- **What is expected**
Copy, exactly and without additions, every line in the records below from the one holding "const pfetUnderSupplySurge = (gateResistor: string" through the one holding "gateResistor === undefined", both ends included.

◆ ◆ ◆ ◆ ◆ ◆ ◆

/** A clamp's junction-to-ambient Foster network (invented): a fast die, a package, and its mounting's slow tail. */
const clampNetwork = (mountingKPerW: number): Obj[] => [
  { rKPerW: 0.05, tauS: 1e-3 },
  { rKPerW: 0.5, tauS: 0.05 },
  { rKPerW: mountingKPerW, tauS: 60 },
];
/** A load-dump suppressor's Foster network (invented): a large die on a heavy mounting. */
const loadDumpClampNetwork: Obj[] = [
  { rKPerW: 0.01, tauS: 0.01 },
  { rKPerW: 0.05, tauS: 1 },
  { rKPerW: 1, tauS: 100 },
];
const req12: Obj = {
  supply: { class: "vehicle-12v-b" },
  load: { kind: "constant-current", currentA: 3 },
  ambient: { minC: -40, maxC: 85 },
  transients: [],
};
const req24: Obj = {
  supply: { class: "vehicle-24v-f" },
  load: { kind: "constant-current", currentA: 3 },
  ambient: { minC: -40, maxC: 85 },
  transients: [],
};
const req48: Obj = {
  supply: { class: "telecom-48v" },
  load: { kind: "constant-current", currentA: 3 },
  ambient: { minC: -5, maxC: 55 },
  transients: [],
};
/** The industrial 24 V class with its default transients (IEC 61000-4-5 ±1 kV line to line). */
const req24Industrial: Obj = {
  supply: { class: "industrial-24v" },
  load: { kind: "constant-current", currentA: 2 },
  ambient: { minC: -25, maxC: 60 },
  inputClamp: { standoffV: 30, clampV: 48, peakCurrentA: 1000, energyJ: 100, thermal: clampNetwork(20) },
};
/** A MOSFET rated at 4.5 V of gate drive only (the controller's ~7 V pump drives it fully on a 5 V rail). */
const logicLevel: Obj = { rdsOn: [{ gateSourceV: 4.5, rdsOnOhm: "4.5 mOhm" }] };
/** A 5 V rail into 1 Ω behind a source resistance, for the start threshold's chatter band. */
const chatterReq = (sourceResistanceOhm: number): Obj => ({
  supply: { class: "custom", minV: 4.05, nominalV: 5, maxV: 5.5 },
  sourceResistanceOhm,
  load: { kind: "resistive", resistanceOhm: 1 },
  ambient: { minC: 0, maxC: 50 },
  reverse: { voltageV: 5.5, durationS: 60 },
  transients: [],
});
const review = (requirement: Obj, stage: Obj): Obj => ({ requirement, candidates: [{ stage }] });
/** A 3.3 V rail (2.7–3.6 V) at −40 °C through a logic-level P-FET whose Vth falls 6 mV/K, with its datasheet-maximum Vth. */
const coldRail = (thresholdMaxV: number): Obj => ({
  requirement: {
    supply: { class: "custom", minV: 2.7, nominalV: 3.3, maxV: 3.6 },
    load: { kind: "constant-current", currentA: 1 },
    ambient: { minC: -40, maxC: 85 },
    reverse: { voltageV: 3.6, durationS: 60 },
    transients: [],
  },
  candidates: [
    {
      stage: pfet(
        { rdsOn: [{ gateSourceV: 2.5, rdsOnOhm: "40 mOhm" }], thresholdV: 1.5, thresholdTempCoVPerK: -0.006 },
        { gateClampV: undefined },
      ),
      datasheetMax: { rdsOnFactor: 1.3, forwardVoltageFactor: 1.1, thresholdV: thresholdMaxV },
    },
  ],
});
/** Invented Foster networks (Zth) summing to the stage's steady path: 45 K/W (the FET), 55 K/W (the switch). */
const fetZth: Obj = {
  kind: "foster",
  terms: [
    { rKPerW: 0.5, tauS: 1e-3 },
    { rKPerW: 4, tauS: 0.05 },
    { rKPerW: 40.5, tauS: 10 },
  ],
};
/** The pair's: summing to its 40 K/W path, taken as the input-side FET's own network during the inrush. */
const pairZth: Obj = {
  kind: "foster",
  terms: [
    { rKPerW: 0.5, tauS: 1e-3 },
    { rKPerW: 4, tauS: 0.05 },
    { rKPerW: 35.5, tauS: 10 },
  ],
};
const switchZth: Obj = {
  kind: "foster",
  terms: [
    { rKPerW: 0.8, tauS: 1e-3 },
    { rKPerW: 6, tauS: 0.05 },
    { rKPerW: 48.2, tauS: 10 },
  ],
};
/** Invented single-pulse SOA lines of the test FET (25 °C case), straight on log-log axes. */
const soaLines: Obj[] = [
  {
    pulseWidthS: 1e-3,
    points: [
      { vdsV: 1, idA: 200 },
      { vdsV: 60, idA: 2 },
    ],
  },
  {
    pulseWidthS: 10e-3,
    points: [
      { vdsV: 1, idA: 100 },
      { vdsV: 60, idA: 0.6 },
    ],
  },
  {
    pulseWidthS: 0.1,
    points: [
      { vdsV: 1, idA: 60 },
      { vdsV: 60, idA: 0.2 },
    ],
  },
];
/** A start-up profile from 11 V stepping to 18 V for holdS and back. */
const holdAt18V = (holdS: number): Obj[] => [
  { timeS: 0, voltageV: 11 },
  { timeS: 0.001, voltageV: 18 },
  { timeS: 0.001 + holdS, voltageV: 18 },
  { timeS: 0.002 + holdS, voltageV: 11 },
  { timeS: 1 + holdS, voltageV: 11 },
];
const reviewZth = (requirement: Obj, stage: Obj, transientThermal: Obj): Obj => ({
  requirement,
  candidates: [{ stage, transientThermal }],
});
/**
 * A bidirectional TVS-like input clamp: stand-off above jump start, clamping below the parts' ratings,
 * with its Foster network on a 20 K/W mounting (invented): its junction over each pulse train is assessed.
 */
const clamp = (o: Obj = {}): Obj => ({
  standoffV: 26,
  clampV: 40,
  peakCurrentA: 100,
  energyJ: 100,
  thermal: clampNetwork(20),
  ...o,
});
/** The 10 uH cut of the ideal diode repeated every periodS, on a candidate with a junction-ambient Foster network. */
const trainReview = (periodS: number): Obj => ({
  requirement: {
    ...req12,
    turnOff: {
      ...turnOffEvent,
      loop: { resistanceOhm: "20 mOhm", inductanceH: "10 uH" },
      repetition: { periodS, count: 10_000_000 },
    },
  },
  candidates: [
    {
      stage: idealDiode({ avalancheEnergyJ: "150 mJ" }),
      transientThermal: {
        kind: "foster",
        terms: [
          { rKPerW: 5, tauS: 0.01 },
          { rKPerW: 40, tauS: 20 },
        ],
      },
    },
  ],
});
/** A P-FET's output at a −14 V input, its gate to ground through the given resistor (30 nC at 10 V). */
const pfetNegativeInput = (gateResistor: string): Obj => ({
  stage: pfet({ avalancheCurrentA: "400 A" }),
  outputV: "12 V",
  inputAfterV: "-14 V",
  gateLag: { resistanceOhm: gateResistor, gateChargeC: "30 nC", atGateSourceV: "10 V" },
  loop: { resistanceOhm: "40 mOhm", inductanceH: "1 uH" },
  capacitor: { capacitanceF: "1000 uF", esrOhm: "10 mOhm" },
  load: { kind: "constant-current", currentA: 1 },
  loadMinV: "8 V",
  tjC: "25 degC",
  loadReverseLimitV: "0.5 V",
});
/**
 * Pulse 1 (−150 V, Ri 10 ohm, clamped at 36 V) at a supply-gated FET (a P-FET's gate to ground, a
 * low-side N-FET's from the positive rail) through the given resistor (30 nC at 10 V); the
 * requirement's turn-off event is damped (1 ohm of loop: no undershoot) into a resistive load (which
 * cannot drive its input below 0 V), so only the pulse pulls the output below 0 V.
 */
const fetUnderPulse1 = (fet: (m: Obj) => Obj, gateResistor: string, part: Obj = {}): Obj =>
  review(
    {
      ...req12,
      load: { kind: "resistive", resistanceOhm: "10 ohm" },
      transients: ["iso7637-2-pulse-1-12v"],
      inputClamp: clamp({ clampV: 36 }),
      turnOff: {
        loop: { resistanceOhm: "1 ohm", inductanceH: "1 uH" },
        capacitor: { capacitanceF: "47 uF", esrOhm: "20 mOhm" },
        gateLag: { resistanceOhm: gateResistor, gateChargeC: "30 nC", atGateSourceV: "10 V" },
        loadReverseLimitV: "0.5 V",
      },
    },
    // Fully enhanced at 6 V: the vehicle class's 8 V minimum supply drives it fully on.
    fet({
      avalancheCurrentA: "400 A",
      avalancheEnergyJ: "1 J",
      rdsOn: [
        { gateSourceV: 4.5, rdsOnOhm: "19 mOhm" },
        { gateSourceV: 6, rdsOnOhm: "12 mOhm" },
      ],
      ...part,
    }),
  );
const pfetUnderPulse1 = (gateResistor: string): Obj => fetUnderPulse1(pfet, gateResistor);
/**
 * The same pulse at a low-side N-FET (drain to the battery's − terminal, source to the module's
 * ground, gate fed from the positive rail through the given resistor): the same part and loop.
 */
const lowSideUnderPulse1 = (gateResistor: string): Obj =>
  fetUnderPulse1((m) => ({ ...pfet(m), kind: "nfet-low-side", name: "test low-side N-FET" }), gateResistor);
/**
 * The negative 1 kV line-to-line surge of the industrial 24 V class (2 ohm, clamped at 48 V) riding
 * on a 24 V supply fed over a long field cable (2 ohm: the battery side is no longer stiff) at a
 * P-FET whose gate goes to ground through the given resistor (30 nC at 10 V), a 10 uF output; the
 * requirement's turn-off event is damped (1 ohm of loop) into a resistive load.
 */
const pfetUnderSupplySurge = (gateResistor: string | undefined): Obj =>
  review(
    {
      supply: { class: "industrial-24v" },
      sourceResistanceOhm: "2 ohm",
      load: { kind: "resistive", resistanceOhm: "10 ohm" },
      ambient: { minC: -25, maxC: 60 },
      inputClamp: { standoffV: 30, clampV: 48, peakCurrentA: 1000, energyJ: 100, thermal: clampNetwork(20) },
      turnOff: {
        loop: { resistanceOhm: "1 ohm", inductanceH: "1 uH" },
        capacitor: { capacitanceF: "10 uF", esrOhm: "20 mOhm" },
        gateLag: { resistanceOhm: gateResistor ?? "100 Ohm", gateChargeC: "30 nC", atGateSourceV: "10 V" },
        loadReverseLimitV: "0.5 V",
      },
    },
    gateResistor === undefined
      ? idealDiode({ avalancheCurrentA: "400 A", avalancheEnergyJ: "1 J", vdsMaxV: 100 })
      : pfet({
          avalancheCurrentA: "400 A",
          avalancheEnergyJ: "1 J",
          rdsOn: [
            { gateSourceV: 4.5, rdsOnOhm: "19 mOhm" },
            { gateSourceV: 6, rdsOnOhm: "12 mOhm" },
          ],
        }),
  );
/**
 * ISO 7637-2 pulse 1 (12 V, −150 V behind 10 ohm, supply disconnected) at a P-FET behind a TVS that
 * breaks down at 28.9 V (40 V at 60 A, invented), into 470 uF; the gate goes to ground through the
 * given resistor (100 nC at 10 V); the load tolerates 7 V of reverse voltage.
 */
export const pfetPulse1HeldByClamp = (gateResistor: string): Obj =>
  review(
    {
      ...req12,
      transients: ["iso7637-2-pulse-1-12v"],
      inputClamp: clamp({ breakdownV: 28.9, clampV: 40, peakCurrentA: 60 }),
      turnOff: {
        loop: { resistanceOhm: "20 mOhm", inductanceH: "1 uH" },
        capacitor: { capacitanceF: "470 uF", esrOhm: "20 mOhm" },
        gateLag: { resistanceOhm: gateResistor, gateChargeC: "100 nC", atGateSourceV: "10 V" },
        loadReverseLimitV: "7 V",
      },
    },
    pfet({
      avalancheCurrentA: "400 A",
      avalancheEnergyJ: "1 J",
      rdsOn: [
        { gateSourceV: 4.5, rdsOnOhm: "19 mOhm" },
        { gateSourceV: 6, rdsOnOhm: "12 mOhm" },
      ],
    }),
  );
const crank: Obj[] = [
  { timeS: 0, voltageV: 12 },
  { timeS: 0.005, voltageV: 4.5 },
  { timeS: 0.02, voltageV: 4.5 },
  { timeS: 0.07, voltageV: 6.5 },
  { timeS: 1, voltageV: 6.5 },
  { timeS: 1.1, voltageV: 12 },
];
const turnOffEvent: Obj = {
  loop: { resistanceOhm: "20 mOhm", inductanceH: "1 uH" },
  capacitor: { capacitanceF: "470 uF", esrOhm: "20 mOhm" },
};
const holdUp = (requiredHoldUpS: string): Obj => ({
  stages: [idealDiode()],
  outputV: "12 V",
  capacitor: { capacitanceF: "1000 uF", esrOhm: "30 mOhm" },
  load: { kind: "constant-power", powerW: 20, minVoltageV: "8 V" },
  tjC: "85 degC",
  requiredHoldUpS,
  input: { kind: "open" },
});
const bridgeAc = (ifrm: string): Obj => ({
  bridge: { all: pn({ peakRepetitiveCurrentA: ifrm, thermal: { kind: "junction-ambient", rthJaKPerW: 30 } }) },
  sourceRmsV: "24 V",
  frequencyHz: "50 Hz",
  sourceResistanceOhm: "0.4 ohm",
  leakageInductanceH: "1 mH",
  capacitanceF: "2200 uF",
  esrOhm: "40 mOhm",
  capacitorRippleRatingA: "5 A",
  load: { kind: "resistive", resistanceOhm: "40 ohm" },
  ambientC: "40 degC",
});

◆ ◆ ◆ ◆ ◆ ◆ ◆

- **Written response**
const pfetUnderSupplySurge = (gateResistor: string | undefined): Obj =>
  review(
    {
      supply: { class: "industrial-24v" },
      sourceResistanceOhm: "2 ohm",
      load: { kind: "resistive", resistanceOhm: "10 ohm" },
      ambient: { minC: -25, maxC: 60 },
      inputClamp: { standoffV: 30, clampV: 48, peakCurrentA: 1000, energyJ: 100, thermal: clampNetwork(20) },
      turnOff: {
        loop: { resistanceOhm: "1 ohm", inductanceH: "1 uH" },
        capacitor: { capacitanceF: "10 uF", esrOhm: "20 mOhm" },
        gateLag: { resistanceOhm: gateResistor ?? "100 Ohm", gateChargeC: "30 nC", atGateSourceV: "10 V" },
        loadReverseLimitV: "0.5 V",
      },
    },
    gateResistor === undefined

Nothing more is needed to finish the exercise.